> **TASK DIRECTIONS**
Give back an exact copy of the lines in the records below, from the line that has "model's scalp, some" through the line that has "from layout.errors import LayoutError", and nothing besides.

> **SUPPLIED DATA**
————————
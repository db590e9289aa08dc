"""A head's lead fields by boundary elements, for the channels and sources that the quick sphere model also serves.

Nothing is mapped: sources and magnetometers stay where they are in the head; electrodes go to the nearest point of the
model's scalp, some tenths of a millimetre away. Sources that the coarser inner skull leaves outside, or nearer to it
than LEAST_DEPTH, are moved inward to that depth.
"""

from __future__ import annotations

from dataclasses import dataclass
from functools import cached_property
from typing import NamedTuple

import numpy as np

from layout.anatomy.head import Head
from layout.errors import LayoutError
from layout.physics.boundary_elements import BoundaryModel, Transfer, nearer_than_half_an_edge
from layout.physics.boundary_meshes import boundary_surfaces
from layout.physics.differences import STEP, LeadFieldDerivatives, central_differences
from layout.physics.nearest_point import nearest_on_surface
from layout.units import MM

NODES = 1000  # of each surface, roughly
LEAST_DEPTH = 1 * MM  # of a source under the model's inner skull
LEAST_EYE_DEPTH = 10 * MM  # of an eyeball's centre under the model's scalp
# So far from the outer skull too: a dipole between the two has no closed neighbour to be wrong about at that distance.
LEAST_EYE_GAP = 5 * MM


class PlacedSources(NamedTuple):
    """positions (m, 3) [m] of sources in the model; held (m,) bool: moved inward; near (m,) bool: nearer to the inner
    skull than half an edge of its mesh, where the lead field is least exact.
    """

    positions: np.ndarray
    held: np.ndarray
    near: np.ndarray


@dataclass(frozen=True)
class BoundaryHead:
    """A head and its boundary elements; `boundary_head` makes it."""

    head: Head
    model: BoundaryModel

    def lead_field(
        self,
        positions: np.ndarray,
        axes: np.ndarray,
        is_electrode: np.ndarray,
        sources: np.ndarray,
        normals: np.ndarray | None = None,
    ) -> np.ndarray:
        """Gain (n, m) of dipoles along normals (m, 3) at sources (m, 3) [m], or (n, m, 3) of free ones, head frame.

        Channels (n): positions (n, 3) [m], axes (n, 3) (ignored for electrodes), is_electrode (n,) bool. Rows of
        electrodes [V/(A·m)] have zero mean over the scalp, rows of magnetometers are in T/(A·m). Raises LayoutError for
        a magnetometer inside the scalp.
        """
        return self.read(self.transfers(positions, axes, is_electrode), sources, normals)

    def transfers(self, positions: np.ndarray, axes: np.ndarray, is_electrode: np.ndarray) -> Transfers:
        """What the channels read, ready for any sources: the part of `lead_field` that is worth keeping."""
        is_electrode = np.asarray(is_electrode, bool)
        positions, axes = np.asarray(positions, float).reshape(-1, 3), np.asarray(axes, float).reshape(-1, 3)
        return Transfers(
            is_electrode,
            self.model.potentials_transfer(positions[is_electrode]),
            self.model.field_transfer(positions[~is_electrode], axes[~is_electrode]),
        )

    def read(self, transfers: Transfers, sources: np.ndarray, normals: np.ndarray | None = None) -> np.ndarray:
        """The lead field of prepared channels; see `lead_field`."""
        placed = self.place_sources(sources).positions
        gain = np.empty((len(transfers.is_electrode), len(placed), *(() if normals is not None else (3,))))
        gain[transfers.is_electrode] = self.model.lead_field(transfers.electrodes, placed, normals)
        gain[~transfers.is_electrode] = self.model.lead_field(transfers.magnetometers, placed, normals)
        return gain

    def place_sources(self, sources: np.ndarray) -> PlacedSources:
        """Sources (m, 3) [m], those too near to the model's inner skull or outside it moved inward along its normal."""
        sources = np.asarray(sources, float).reshape(-1, 3)
        inner = self.model.surfaces[0]
        near = nearest_on_surface(inner, sources)
        held = near.inside_depth < LEAST_DEPTH
        # twice: over a convex edge the nearest face may change on the way
        placed = sources
        for _ in range(2):
            short = np.maximum(LEAST_DEPTH - near.inside_depth, 0)
            placed = placed - short[:, None] * near.normals
            near = nearest_on_surface(inner, placed)
        return PlacedSources(placed, held, nearer_than_half_an_edge(inner, placed))

    def electrode_moves(self, positions: np.ndarray) -> np.ndarray:
        """Distance (n,) [m] of electrodes to the model's scalp, where they are read."""
        return np.abs(nearest_on_surface(self.model.surfaces[-1], positions).inside_depth)

    @cached_property
    def eyes(self) -> np.ndarray:
        """Where the eyes (2, 3) [m] stand in the model: in its scalp compartment, in front of the skull.

        At least LEAST_EYE_DEPTH under the scalp, but never nearer to the outer skull than LEAST_EYE_GAP: where the
        template's front has no room for both, halfway.
        """
        eyes = np.asarray(self.head.eyes, float).copy()
        skull, scalp = self.model.surfaces[-2], self.model.surfaces[-1]
        for _ in range(20):
            under, above = nearest_on_surface(scalp, eyes), nearest_on_surface(skull, eyes)
            depth, gap = under.inside_depth[:, None], -above.inside_depth[:, None]
            outward = np.maximum(LEAST_EYE_GAP - gap, 0)
            inward = np.where(outward > 0, 0, np.minimum(np.maximum(LEAST_EYE_DEPTH - depth, 0), gap - LEAST_EYE_GAP))
            if max(outward.max(), inward.max()) < 0.01 * MM:
                return eyes
            eyes += outward * above.normals - inward * under.normals
        return eyes

    def eye_gain(self, positions: np.ndarray, axes: np.ndarray, is_electrode: np.ndarray) -> np.ndarray:
        """Gain (n, 2, 3) of a dipole at each eye, in the scalp compartment: skull and all."""
        transfers = self.transfers(positions, axes, is_electrode)
        gain = np.empty((len(transfers.is_electrode), len(self.eyes), 3))
        gain[transfers.is_electrode] = self.model.lead_field_anywhere(transfers.electrodes, self.eyes)
        gain[~transfers.is_electrode] = self.model.lead_field_anywhere(transfers.magnetometers, self.eyes)
        return gain

    def derivatives(
        self, transfers: Transfers, sources: np.ndarray, moments: np.ndarray, step: float = STEP
    ) -> LeadFieldDerivatives:
        """Gain (n, m, 3) and d(L q)/dr (n, m, 3) at sources (m, 3) [m], moments (m, 3) [A·m].

        Central differences of the dipole terms alone, which are exact in the position; sources nearer to the inner
        skull than LEAST_DEPTH and 2 steps are differentiated there.
        """
        placed = self.place_sources(sources).positions
        near = nearest_on_surface(self.model.surfaces[0], placed)
        moved = placed - np.maximum(LEAST_DEPTH + 2 * step - near.inside_depth, 0)[:, None] * near.normals

        def along(positions: np.ndarray, q: np.ndarray | None = None) -> np.ndarray:
            return self.read(transfers, positions, q)

        return LeadFieldDerivatives(along(placed), central_differences(along, moved, moments, step))


@dataclass(frozen=True)
class Transfers:
    """What n channels read: is_electrode (n,) bool and the transfer of each kind, in the channels' order."""

    is_electrode: np.ndarray
    electrodes: Transfer
    magnetometers: Transfer


def boundary_head(head: Head, conductivities: np.ndarray, nodes: int = NODES) -> BoundaryHead:
    """The head with boundary elements of some `nodes` nodes on each of its three surfaces.

    conductivities [S/m]: brain (all inside the skull), skull, scalp. Raises LayoutError for another number of them, or
    surfaces that cannot be used.
    """
    conductivities = np.asarray(conductivities, float)
    if len(conductivities) != 3:
        raise LayoutError(f"conductivities: boundary elements need 3 (brain, skull, scalp), got {len(conductivities)}")
    return BoundaryHead(head, BoundaryModel(boundary_surfaces(head, nodes), tuple(map(float, conductivities))))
————————
> **RESULT**
model's scalp, some tenths of a millimetre away. Sources that the coarser inner skull leaves outside, or nearer to it
than LEAST_DEPTH, are moved inward to that depth.
"""

from __future__ import annotations

from dataclasses import dataclass
from functools import cached_property
from typing import NamedTuple

import numpy as np

from layout.anatomy.head import Head
from layout.errors import LayoutError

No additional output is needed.